# bad breed crosses



## eventnwithwinston (Feb 15, 2009)

Hmmm...I cant think of any at the moment. I guess a Warmblood and Quarter Horse lol. That would be a wierd combo.

I had a pony cross once. Cutest and sweetest little pony. He was crossed with a Rocky Mountain and Welsh/Shetland. He was not gaited though. So I guess gaited and nongaited crosses can work out sometimes.


----------



## Spyder (Jul 27, 2008)

eventnwithwinston said:


> Hmmm...I cant think of any at the moment. I guess a Warmblood and Quarter Horse lol. That would be a wierd combo.


Surprising a WB/Quarter is/can be a very nice cross. I have seen quite a few....none were disasters or even bad.

The worst cross I saw was a shetland/draft....horrible looking thing.


----------



## upnover (Jan 17, 2008)

I second Spyder. There is a Dutch Warmblood/QH cross in our barn that is VERY cute and very very fancy! i don't understand why people would cross 2 horses with very different builds/purposes. breeding should always be done to enhance the strengths of 2 horses and get something even better then the sire/dam.

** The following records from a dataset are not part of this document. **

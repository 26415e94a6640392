import type { Db, DbOrTx } from '@/db/client';
import { AppError, notFound, versionConflict } from '@/server/app-error';
import { alreadyCreated, type Created } from '@/server/api/client-ids';
import { sameContent } from '@/server/services/idempotency/idempotency-store';
import { recordAudit, type Actor } from '@/server/api/audit/audit.repository';
import { findJob } from '@/server/api/jobs/jobs.repository';
import type { Job } from '@/shared/schemas/jobs';
import type { Member, MemberCreate, MemberListItem, MemberPatch } from '@/shared/schemas/members';
import { evaluate } from './member-evaluation';
import {
  deleteMember,
  findMember,
  findMemberInAnyFirm,
  insertMember,
  listMembers,
  updateMember,
} from './members.repository';

/** The member's job, which must still be open for its members to change. */
function openJob(db: DbOrTx, orgId: string, jobId: string): Job {
  const job = findJob(db, orgId, jobId);
  if (!job) throw notFound('Job');
  if (job.archivedAt)
    throw new AppError('conflict', 'This job is archived: its members can be read, not changed');
  return job;
}

/**
 * Members of the actor's firm's jobs. Every save recomputes with lib/calc and stores the server's own result;
 * a member or job id of another firm is "not found", never "forbidden". Members of an archived job stay
 * readable and cannot be changed.
 */
export function createMembersService(db: Db) {
  return {
    list(orgId: string, jobId: string): MemberListItem[] {
      if (!findJob(db, orgId, jobId)) throw notFound('Job');
      return listMembers(db, orgId, jobId);
    },

    get(orgId: string, memberId: string): Member {
      const member = findMember(db, orgId, memberId);
      if (!member) throw notFound('Member');
      return member;
    },

    /** A create sent again with the same device-chosen id answers the member it made (see alreadyCreated). */
    create(actor: Actor, jobId: string, body: MemberCreate): Created<Member> {
      return db.transaction((tx) => {
        const job = openJob(tx, actor.orgId, jobId);
        const fields = evaluate(job, body.label, body.wall, body.input);
        if (body.id) {
          const found = findMemberInAnyFirm(tx, body.id);
          const asSent = { jobId, label: fields.label, wall: fields.wall, input: fields.input };
          const same = (m: Member) =>
            sameContent({ jobId: m.jobId, label: m.label, wall: m.wall, input: m.input }, asSent);
          if (found && alreadyCreated(found, actor, () => same(found))) {
            const { orgId: _orgId, ...member } = found;
            return { record: member, replayed: true };
          }
        }
        const owner = { orgId: actor.orgId, jobId, userId: actor.userId };
        const member = insertMember(tx, owner, fields, body.id);
        recordAudit(tx, actor, {
          action: 'member.create',
          subject: member.id,
          detail: { jobId, kind: member.kind, label: member.label },
        });
        return { record: member, replayed: false };
      });
    },

    update(actor: Actor, memberId: string, patch: MemberPatch): Member {
      const { baseVersion, ...changes } = patch;
      return db.transaction((tx) => {
        const saved = findMember(tx, actor.orgId, memberId);
        if (!saved) throw notFound('Member');
        if (baseVersion !== undefined && baseVersion !== saved.version) {
          throw versionConflict('This member', saved);
        }
        const job = openJob(tx, actor.orgId, saved.jobId);
        const fields = evaluate(
          job,
          patch.label ?? saved.label,
          patch.wall ?? saved.wall,
          patch.input ?? saved.input,
        );
        const member = updateMember(tx, actor.orgId, saved, actor.userId, fields);
        if (!member) throw notFound('Member');
        recordAudit(tx, actor, {
          action: 'member.update',
          subject: memberId,
          detail: { jobId: saved.jobId, fields: Object.keys(changes) },
        });
        return member;
      });
    },

    remove(actor: Actor, memberId: string): void {
      db.transaction((tx) => {
        const saved = findMember(tx, actor.orgId, memberId);
        if (!saved) throw notFound('Member');
        openJob(tx, actor.orgId, saved.jobId);
        deleteMember(tx, actor.orgId, memberId);
        recordAudit(tx, actor, {
          action: 'member.delete',
          subject: memberId,
          detail: { jobId: saved.jobId, label: saved.label },
        });
      });
    },
  };
}

export type MembersService = ReturnType<typeof createMembersService>;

Why breed something that just looks awkward with body parts that don't match? of course, i've seen some poorly bred purebreds that aren't put together well either....


----------



## JustDressageIt (Oct 4, 2007)

I really think it depends on how selective you are.

For example, here is a warmblood that I wouldn't classify as particularly well- put together, but she is a purebred Swedish Warmblood:









(Terrible shoulder, over at the knee, long front pasterns... to point out a few.)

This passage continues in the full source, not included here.